All these years later, she still has Tray’s elementary and intermediate name tags, and she put them on the Wall of Fame on that special day. They also gave him a cross arm from the old bus that was signed by Robertson with “Best Bus Ever – Tray Weems.”

“We just wanted to come up with things that would make it a fun day for him,” she says. “It went by so fast, but it was such a great day.”

Renee says it meant the world to her that everyone was able to come together to make the day so special for such a remarkable young man.

“It wasn’t just me and Caroline, it was the city of Helena,” she says. “He loved the whole thing, the teachers, the aids, the bus. He loves Helena and he loves the school. He fixated on the bus but we know it’s not about us; It was that feeling of just being loved on by everyone in the school system.”

Tray said that day on the bus was one of the best days of his life. He said it means everything to him to have the love and support of people like Renee and Caroline.

“Our bond can’t be duplicated for real,” he told Renee in a text. “No one I’ve met has come close to the way you guys made me feel. I consider y’all family.”

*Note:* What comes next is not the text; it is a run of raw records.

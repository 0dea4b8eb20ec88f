import { useMemo, useState } from 'react';
import { quantitiesOf } from '#src/components/spectra/page/curves.ts';
import { PlotControls } from '#src/components/spectra/plot/PlotControls.tsx';
import { type PlotBand, type PlotSeries, SpectrumPlot } from '#src/components/spectra/plot/SpectrumPlot.tsx';
import type { XUnit, YUnit } from '#src/components/spectra/plot/units.ts';
import { ButtonLink } from '#src/components/ui/Button.tsx';
import { EmptyState } from '#src/components/ui/EmptyState.tsx';
import { Panel } from '#src/components/ui/Panel.tsx';
import { Problem } from '#src/components/ui/Problem.tsx';
import type { BandRecord, SpectrumSummary } from '#src/contracts/spectra.ts';
import { overlayBands, overlaySeries, shownAtFirst } from './overlay.ts';
import { SpectraLegend } from './SpectraLegend.tsx';
import { useCurves } from './useComplexPage.ts';

interface SpectraPanelProps {
  spectra: SpectrumSummary[];
  total: number;
  bandLists: readonly { spectrum: SpectrumSummary; bands: BandRecord[] }[];
  /** Where a spectrum is added; null for who may not. */
  addAt: string | null;
}

/** All spectra in sight over one axis. */
export function SpectraPanel({ spectra, total, bandLists, addAt }: SpectraPanelProps) {
  const [xUnit, setXUnit] = useState<XUnit>('cm-1');
  const [chosenY, setYUnit] = useState<YUnit | null>(null);
  const [shown, setShown] = useState(() => shownAtFirst(spectra));
  const curves = useCurves(spectra, shown);
  const visible = useMemo(() => curves.filter(({ spectrum }) => shown.has(spectrum.id)), [curves, shown]);
  const quantities = useMemo(() => quantitiesOf(visible.flatMap(({ curve }) => curve ?? [])), [visible]);
  const yUnit = chosenY && quantities.includes(chosenY) ? chosenY : (quantities[0] ?? 'epsilon');
  const series: PlotSeries[] = useMemo(() => overlaySeries(curves, shown, yUnit), [curves, shown, yUnit]);
  const bands: PlotBand[] = useMemo(() => overlayBands(bandLists, series, yUnit), [bandLists, series, yUnit]);
  const failure = visible.find((one) => one.failure)?.failure;
  const labs = new Set(spectra.map(({ lab }) => lab.id)).size;

  const toggle = (id: string) =>
    setShown((now) => {
      const next = new Set(now);
      if (!next.delete(id)) next.add(id);
      return next;
    });

  if (spectra.length === 0)
    return (
      <Panel title="Spectra">
        <EmptyState
          title="No spectrum yet"
          action={
            addAt && (
              <ButtonLink kind="primary" href={addAt}>
                Add a spectrum
              </ButtonLink>
            )
          }
        >
          A file as the instrument wrote it is enough: JCAMP-DX, or text in columns.
        </EmptyState>
      </Panel>
    );
  return (
    <Panel
      title="Spectra"
      controls={<PlotControls {...{ xUnit, yUnit }} onXUnit={setXUnit} onYUnit={setYUnit} yUnits={quantities} />}
      aside={`${spectra.length === 1 ? '1 spectrum' : `${total} spectra`} · ${labs === 1 ? '1 lab' : `${labs} labs`}`}
    >
      <Problem problem={failure} />
      <SpectrumPlot series={series} bands={bands} xUnit={xUnit} yUnit={yUnit} height={320} label="Spectra" />
      <SpectraLegend {...{ curves, shown, yUnit, onToggle: toggle }} />
      {total > spectra.length && (
        <p className="mt-2 text-xs text-ink-soft">
          The latest {spectra.length} of {total} are drawn.
        </p>
      )}
    </Panel>
  );
}
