import { useId, useState } from 'react';
import type { LigandReading } from '#src/chem/formula/index.ts';
import type { Geometry, IsomerList } from '#src/chem/geometry/index.ts';
import { Polyhedron } from '#src/components/marks/Polyhedron.tsx';
import { Formula, PointGroup } from '#src/components/notation/index.tsx';
import { Button } from '#src/components/ui/Button.tsx';
import { countSentence, type IsomerCard, isomerCards, pickValue } from './isomer-cards.ts';
import type { IsomerPick } from './settle.ts';
import { siteLetters } from './site-letters.ts';

/** Cards that are drawn at first; more on request. */
const AT_FIRST = 12;

interface IsomerChoiceProps {
  list: IsomerList;
  geometry: Geometry;
  ligands: readonly LigandReading[];
  pick: IsomerPick;
  onPick: (pick: IsomerPick) => void;
  draw: typeof import('#src/chem/geometry/index.ts').drawPolyhedron;
}

/** The stereoisomers, drawn to choose from; not to state one is a choice. */
export function IsomerChoice({ list, geometry, ligands, pick, onPick, draw }: IsomerChoiceProps) {
  const name = useId();
  const [showsAll, setShowsAll] = useState(false);
  const cards = isomerCards(list);
  const chosen = cards.findIndex(({ value }) => value === pickValue(pick));
  const shown = showsAll ? cards : cards.slice(0, Math.max(AT_FIRST, chosen + 1));
  const { key } = siteLetters(list.isomers[0]?.sites ?? [], ligands);
  const mayBeOpen = list.count - list.enantiomericPairs > 1;

  return (
    <fieldset className="min-w-0">
      <legend className="mb-2 flex flex-wrap items-baseline gap-x-3">
        <span className="text-base font-semibold">Isomer</span>
        <span className="text-xs text-ink-soft">{countSentence(list)}, ring pucker and substituents left out</span>
        {mayBeOpen && (
          <label className={PILL}>
            <input type="radio" name={name} className="sr-only" checked={pick === null} onChange={() => onPick(null)} />
            not stated
          </label>
        )}
      </legend>
      <div className="grid grid-cols-[repeat(auto-fill,minmax(248px,1fr))] gap-3">
        {shown.map((card) => (
          <Card
            key={card.value}
            {...{ card, name, geometry, ligands, draw }}
            isChosen={card.value === pickValue(pick)}
            onPick={() => onPick(card.pick)}
          />
        ))}
      </div>
      {mayBeOpen && pick === null && (
        <p className="mt-2 text-xs text-ink-soft">
          Not stated makes a record of its own: no point group is given, and no selection rule follows from one.
        </p>
      )}
      {key.length > 0 && (
        <p className="mt-2 flex flex-wrap gap-x-4 text-xs text-ink-soft">
          {key.map(({ letter, ligand }) => (
            <span key={letter}>
              <span className="num text-ink">{letter}</span> of <Formula formula={ligand} />
            </span>
          ))}
        </p>
      )}
      {shown.length < cards.length && (
        <Button size="small" className="mt-3" onClick={() => setShowsAll(true)}>
          Draw all {cards.length}
        </Button>
      )}
    </fieldset>
  );
}

const PILL =
  'flex min-h-7 cursor-pointer items-center rounded border border-hairline bg-glaze px-2.5 text-xs hover:border-zaffre has-checked:border-zaffre has-checked:bg-zaffre-wash has-checked:font-semibold has-checked:text-zaffre has-focus-visible:outline-2 has-focus-visible:outline-zaffre';
const CARD =
  'flex min-h-[128px] cursor-pointer rounded border border-hairline bg-glaze outline-offset-2 hover:border-zaffre has-checked:border-zaffre has-checked:bg-zaffre-wash has-checked:shadow-[inset_0_0_0_1px_var(--color-zaffre)] has-focus-visible:outline-2 has-focus-visible:outline-zaffre';

interface CardProps {
  card: IsomerCard;
  name: string;
  isChosen: boolean;
  geometry: Geometry;
  ligands: readonly LigandReading[];
  draw: IsomerChoiceProps['draw'];
  onPick: () => void;
}

function Card({ card: { isomer, title, remark }, name, isChosen, geometry, ligands, draw, onPick }: CardProps) {
  const { letters } = siteLetters(isomer.sites, ligands);
  return (
    <label className={`${CARD} items-center gap-4 px-4 py-3`}>
      <input type="radio" name={name} className="sr-only" checked={isChosen} onChange={onPick} />
      <Polyhedron
        drawing={draw(geometry, isomer.chelates, { size: 104 })}
        sites={letters}
        title={`${title}, ${geometry.name}`}
      />
      <span className="flex min-w-0 flex-col gap-0.5">
        <b className={`font-semibold break-words ${title.length > 24 ? 'text-xs' : 'text-base'}`}>{title}</b>
        <PointGroup group={isomer.pointGroup} />
        <span className="text-xs text-ink-soft">{remark}</span>
      </span>
    </label>
  );
}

Tray just celebrated his 18th birthday, and he has a business called Techtray Mobile that sells clothing merchandise. Focusing on his business, his love of busses and his friendship with Renee are all things that keep him positive.

“I like to do things to keep my mind off my situation and that keeps me positive,” he says. “Like, I’ve got a business that I focus on a lot of the time. It helps me stay positive.”

They still love to laugh at the memories made on the bus, everything from Tray directing the bus route to bombarding Caroline with silly string, these are things Tray and Renee both hold dear to their hearts.

“I had no idea that the little things we did would mean so much,” Renee says. “You just don’t realize the impact of the little things you do that they impact someone in such a powerful way.”